Huang's first film role was uncredited appearance in the film Young Prisoners of War (1989). In the following year, he appeared in The Meridian of War, directed by Feng Xiaoning.

In 1992, Huang made his television debut in the historical television series Beiyang Fleet, portraying young Lin Taizeng. The series starring Chen Baoguo, Chen Daoming, Ge You and directed by Feng Xiaoning.

During his junior year, he got a small role in The Years of Intense Emotion (2001), a romance television drama starring Sun Haiying and Lü Liping.

Huang's breakthrough role came when he played Yu Xiaobei in the 2001 film The Dream of A Young Soldier, which garnered him a Best Newcomer Award at the 9th Beijing College Student Film Festival, an Outstanding New Actor Award at the 8th Huabiao Awards and a Golden Phoenix Award.

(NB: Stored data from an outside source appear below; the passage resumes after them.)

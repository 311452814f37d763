/**
 * The OpenAPI 3.1 description, generated from the same zod schemas the handlers validate
 * with. Each feature adds its operations to API_OPERATIONS; the authorisation test checks
 * that every route file under app/api/v1 has its operations listed here.
 */
import { z } from 'zod';
import { rolesWith, type Permission } from '@/lib/permissions';
import { inviteMemberSchema, updateMemberSchema } from '@/lib/members/schema';
import { createTokenSchema } from '@/lib/api-tokens/schema';
import { ingredientInputSchema } from '@/lib/ingredients/schema';
import { importIngredientsSchema } from '@/lib/ingredients/csv';
import { calcBatchSchema, createFormulaSchema, reviseFormulaSchema } from '@/lib/formulas/schema';
import { FILE_MAX_BYTES, PHOTO_MAX_BYTES, THUMBNAIL_MAX_PX, UPLOAD_SUBJECTS } from '@/lib/uploads/schema';
import { recommendationSchema } from '@/lib/results/schema';
import { answerSchema, createAttributeSchema, createTastingSchema, inviteTastersSchema, joinSchema } from '@/lib/tastings/schema';
import { correctCookSchema, createTrialSchema, importCooksSchema, manualVariantSchema, cookSchema, planSchema, transitionSchema, withdrawCookSchema } from '@/lib/trials/schema';
import { saveNotebookBodySchema } from '@/lib/notebook/schema';
import {
  costSettingsSchema, ingredientPriceSchema, packagingItemSchema, packagingPriceSchema, packFormatChoiceSchema, packFormatSchema, priceImportSchema,
  refuseBodySchema, withdrawSchema as withdrawPriceSchema,
} from '@/lib/pricing/schema';
import { fitOptionsSchema, optimiseRequestSchema, predictRequestSchema } from '@/lib/modelling/schema';
import { batchDecisionSchema, batchRecordSchema, batchRetestSchema, decisionSchema, requestPromotionSchema, withdrawSchema } from '@/lib/production/schema';

import { deprecatedAliasOf } from '@/lib/api/deprecated-paths';

export interface ApiOperation {
  method: 'get' | 'post' | 'patch' | 'put' | 'delete';
  /** OpenAPI path, with {param} placeholders. */
  path: string;
  summary: string;
  tag: string;
  /** null for public operations. */
  permission: Permission | null;
  request?: z.ZodType;
  /** A multipart/form-data body instead of JSON: the form fields as a JSON Schema object. */
  multipart?: { required: string[]; properties: Record<string, Record<string, unknown>> };
  /** Media types of a success response that is not JSON (downloads). */
  okMediaTypes?: string[];
  okStatus?: number;
  /** An old path kept for one release (lib/api/deprecated-paths.ts): same handler as the path it names. */
  deprecated?: boolean;
}

const UPLOAD_FORM: NonNullable<ApiOperation['multipart']> = {
  required: ['file'],
  properties: {
    file: { type: 'string', format: 'binary', description: `JPEG, PNG or WebP photo (${PHOTO_MAX_BYTES / 2 ** 20} MB at most), or PDF or CSV file (${FILE_MAX_BYTES / 2 ** 20} MB); the type is read from the bytes` },
    variantId: { type: 'string', format: 'uuid', description: 'the variant it documents' },
    cookId: { type: 'string', format: 'uuid', description: 'the cook it documents' },
    subject: { type: 'string', enum: [...UPLOAD_SUBJECTS], description: 'what a photo shows' },
  },
};
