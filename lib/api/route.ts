/**
 * The wrapper every /api/v1 route handler uses: resolve the actor (token or session),
 * check Origin on cookie-authenticated writes, authorise, parse, run, and map errors to the
 * one error shape. Handlers stay a few lines long.
 */
import type { z } from 'zod';
import { actorFromHeaders } from '@/lib/auth';
import { authorize, notFound, type Actor, type Permission } from '@/lib/permissions';
import { env } from '@/lib/env';
import { requestHost } from '@/lib/client-address';
import { isUuid } from '@/lib/ids';
import { logger, pathForLog } from '@/lib/log';
import { ApiError, describeError } from '@/lib/api/errors';

type RouteContext<P> = { params: Promise<P> };

export interface ApiContext<P> {
  req: Request;
  actor: Actor;
  params: P;
  /** Reads and validates the JSON body with the given schema (400 unreadable, 422 invalid). */
  body<S extends z.ZodType>(schema: S): Promise<z.infer<S>>;
}

const WRITE_METHODS = new Set(['POST', 'PUT', 'PATCH', 'DELETE']);
/** The largest JSON body any handler reads (bytes). */
export const MAX_BODY_BYTES = 1_000_000;

export function json(data: unknown, status = 200, headers: Record<string, string> = {}): Response {
  return Response.json(data, { status, headers: { 'cache-control': 'no-store', ...headers } });
}

/** The error response of both adapters: the one shape, its status and headers (Retry-After on 503). */
function errorResponse(req: Request, err: unknown): Response {
  const { status, body, headers } = describeError(err);
  if (status === 503) logger.warn({ err, path: pathForLog(req.url), method: req.method }, 'database unavailable');
  else if (status >= 500) logger.error({ err, path: pathForLog(req.url), method: req.method }, 'api handler failed');
  return json(body, status, headers);
}

/**
 * Cookie-authenticated writes must come from our own origin (CSRF defence beyond SameSite):
 * the Origin header must match APP_URL or the host the request was addressed to, as Next.js
 * itself checks for server actions. X-Forwarded-Host counts only behind a trusted proxy.
 */
export function assertSameOrigin(headers: Headers): void {
  const origin = headers.get('origin');
  const host = requestHost(headers);
  let originHost: string | undefined;
  try {
    originHost = origin ? new URL(origin).host : undefined;
  } catch {
    originHost = undefined;
  }
  const allowed = originHost !== undefined && (origin === new URL(env().APP_URL).origin || originHost === host);
  if (!allowed) throw new ApiError(403, 'bad_origin', 'This request did not come from the Setwell app.');
}

export function apiRoute<P = Record<string, never>>(
  permission: Permission,
  handler: (ctx: ApiContext<P>) => Promise<Response>,
) {
  return async (req: Request, routeContext?: RouteContext<P>): Promise<Response> => {
    try {
      const actor = await actorFromHeaders(req.headers);
      if (actor && actor.via === 'session' && WRITE_METHODS.has(req.method)) assertSameOrigin(req.headers);
      authorize(actor, permission);
      const params = (routeContext ? await routeContext.params : {}) as P;
      return await handler({ req, actor: actor!, params, body: (schema) => readBody(req, schema) });
    } catch (err) {
      return errorResponse(req, err);
    }
  };
}

/**
 * For routes whose authorisation is not a staff session: the phone's seat token in the path,
 * or none at all (joining with a code). Same body parsing and error shape as apiRoute.
 */
export function publicRoute<P = Record<string, never>>(handler: (ctx: Omit<ApiContext<P>, 'actor'>) => Promise<Response>) {
  return async (req: Request, routeContext?: RouteContext<P>): Promise<Response> => {
    try {
      const params = (routeContext ? await routeContext.params : {}) as P;
      return await handler({ req, params, body: (schema) => readBody(req, schema) });
    } catch (err) {
      return errorResponse(req, err);
    }
  };
}

/** JSON bodies only: application/json or a +json type, with or without parameters. */
function isJsonContentType(value: string | null): boolean {
  const type = value?.split(';')[0].trim().toLowerCase() ?? '';
  return type === 'application/json' || (type.startsWith('application/') && type.endsWith('+json'));
}

/**
 * Reads at most MAX_BODY_BYTES bytes and stops there, so an oversized body is refused without
 * being buffered whole. A body with another content type is refused (415) before it is read:
 * a form or text/plain post never reaches a schema.
 */
async function readLimitedText(req: Request): Promise<string> {
  const declared = Number(req.headers.get('content-length'));
  if (Number.isFinite(declared) && declared > MAX_BODY_BYTES) throw new ApiError(413, 'too_large', 'The request body is too large.');
  if (!req.body) return '';
  const reader = req.body.getReader();
  const chunks: Uint8Array[] = [];
  let size = 0;
  for (;;) {
    const { done, value } = await reader.read();
    if (done) break;
    size += value.byteLength;
    if (size > MAX_BODY_BYTES) {
      await reader.cancel();
      throw new ApiError(413, 'too_large', 'The request body is too large.');
    }
    chunks.push(value);
  }
  try {
    return new TextDecoder('utf-8', { fatal: true }).decode(Buffer.concat(chunks));
  } catch {
    throw new ApiError(400, 'bad_json', 'The request body is not valid UTF-8 JSON.');
  }
}

async function readBody<S extends z.ZodType>(req: Request, schema: S): Promise<z.infer<S>> {
  const hasBody = req.body !== null && req.headers.get('content-length') !== '0';
  if (hasBody && !isJsonContentType(req.headers.get('content-type'))) {
    throw new ApiError(415, 'unsupported_media_type', 'Send the request body as JSON (content-type: application/json).');
  }
  const text = await readLimitedText(req);
  let data: unknown;
  try {
    data = text.trim().length ? JSON.parse(text) : {};
  } catch {
    throw new ApiError(400, 'bad_json', 'The request body is not valid JSON.');
  }
  const parsed = schema.safeParse(data);
  if (!parsed.success) throw parsed.error;
  return parsed.data;
}

/** A malformed id in the path can match nothing, so it is a plain 404 like any unknown id. */
export function uuidParam(value: string | undefined, what: string): string {
  if (!isUuid(value)) throw notFound(what);
  return value;
}
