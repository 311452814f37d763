/**
 * PURE, for the browser: reads the API's one error shape ({ "error": { "code", "message", "fields"? } },
 * lib/api/errors.ts) from whatever a response body turned out to be, never trusting its shape.
 */
export interface ErrorBody {
  message: string | null;
  fields: Record<string, string[]> | null;
}

export function readErrorBody(body: unknown): ErrorBody {
  const error = typeof body === 'object' && body !== null ? (body as { error?: unknown }).error : undefined;
  if (typeof error !== 'object' || error === null) return { message: null, fields: null };
  const { message, fields } = error as { message?: unknown; fields?: unknown };
  let safeFields: Record<string, string[]> | null = null;
  if (typeof fields === 'object' && fields !== null && !Array.isArray(fields)) {
    safeFields = Object.create(null) as Record<string, string[]>;
    for (const [key, value] of Object.entries(fields)) {
      if (Array.isArray(value)) safeFields[key] = value.filter((v): v is string => typeof v === 'string');
    }
  }
  return { message: typeof message === 'string' && message ? message : null, fields: safeFields };
}

/** The server's message from a failed response, or the fallback when there is none or the body is not JSON. */
export async function responseErrorMessage(res: Response, fallback: string): Promise<string> {
  try {
    return readErrorBody(await res.json()).message ?? fallback;
  } catch {
    return fallback;
  }
}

In 2003, he had a cameo appearance in Let Us Remember, a film starring He Bing, Guo Donglin, Xu Fan, Huang Hong, Cai Ming, Li Mingqi, and Li Xiaolu. That same year, he also participated in Stormy Sea, opposite Wu Gang, Ning Jing, Li Youbin, and Zhao Youliang.

Huang portrayed Deng Shaosheng, Deng Xiaoping's uncle, in My Early Days in France (2004). At the same year, he played the character Zhu Bajie in the shenmo television series Good Luck Zhu Bajie.

In 2005, he played a key supporting role in the historical television series Crying without Tears, starring Vincent Chiao and Park Si-yeon.

From 2006 to 2008, he appeared in dozens of television series, such as Life Hand In Hand (2006), The Love Story in Tangshan (2006), Shanghai Bund (2007), Chasing (2007), Stone Scissors Cloth (2008), and Life Is Beautiful (2008). For his role as Jiang Dongzhi in Chasing, he won the Magnolia Award for Best Actor in a Television Series at the 14th Shanghai Television Festival. He starred with Tony Leung Ka-fai, Emme Wong and Li Tete in the 2008 drama A Chinese Fairy Tale.

Huang co-starred with Du Zhiguo, Ye Jing, He Saifei and Bobo Gan in the 2009 action television series Jianghu Brothers.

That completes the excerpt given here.